Saat aku hendak melangkah pergi, tiba-tiba tante Mirna muncul kembali di ambang pintu. Kali ini ia membawa sebuah handuk, baju kaos dan celana kering.

"ini.. kamu ganti pakaian mu dulu..." ucap tante Mirna, sambil menyodorkan pakaian tersebut pada ku.

"gak usah, tante. Saya langusng pulang aja. Saya ganti baju di rumah aja.." balas ku cepat.

"ayolah, Fer. Kamu temani tante ngobrol dulu. Nanti kalau hujannya udah reda, kamu baru pulang, ya.." ucap tante Mirna, dengan nada sedikit memohon.

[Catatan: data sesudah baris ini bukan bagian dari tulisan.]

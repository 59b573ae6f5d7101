// Worker threads do not inherit tsx's loader on Node 20: register it, then load the TypeScript worker.
import { register } from 'tsx/esm/api';

register();
const mod = await import('./clipWorker.ts');
export default mod.default;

Karena merasa tidak enak menolak hal tersebut, aku pun segera mengambil pakaian dan handuk tersebut. Lalu kemudian aku melangkah menuju kamar mandi yang berada di belakang. Sementara tante Mirna juga masuk ke kamarnya, untuk berganti pakaian.

Setelah berganti pakaian, aku pun kembali ke ruang tamu. Di situ sudah ada tante Mirna duduk dengan santai di kursi tamu. Di atas meja terdapat beberapa cemilan dan juga dua gelas teh hangat. Tante Mirna ternyata sudah mempersiapkan semuanya.

Tanpa menunggu perintah dari tante Mirna, aku pun segera duduk di hadapan tante Mirna, dengan senyum kikuk. Terus terang aku merasa sedikit grogi. Apa lagi tante Mirna hanya memakai baju tidur. Rambutnya yang panjang sebahu, ia biarkan terurai, karena masih basah. Senyumnya terlihat penuh pesona.

"maaf ya, Fer. Harus menahan kamu sebentar dulu di sini, karena tante lagi butuh teman untuk bercerita, setelah kejadian pahit yang baru saja tante alami tadi..." ucap tante Mirna, setelah ia mempersilahkan aku meminum teh nya.

"iya, tante. Gak apa-apa. Tapi kejadian pahit apa yang baru saja tante alami?" tanyaku jadi penasaran.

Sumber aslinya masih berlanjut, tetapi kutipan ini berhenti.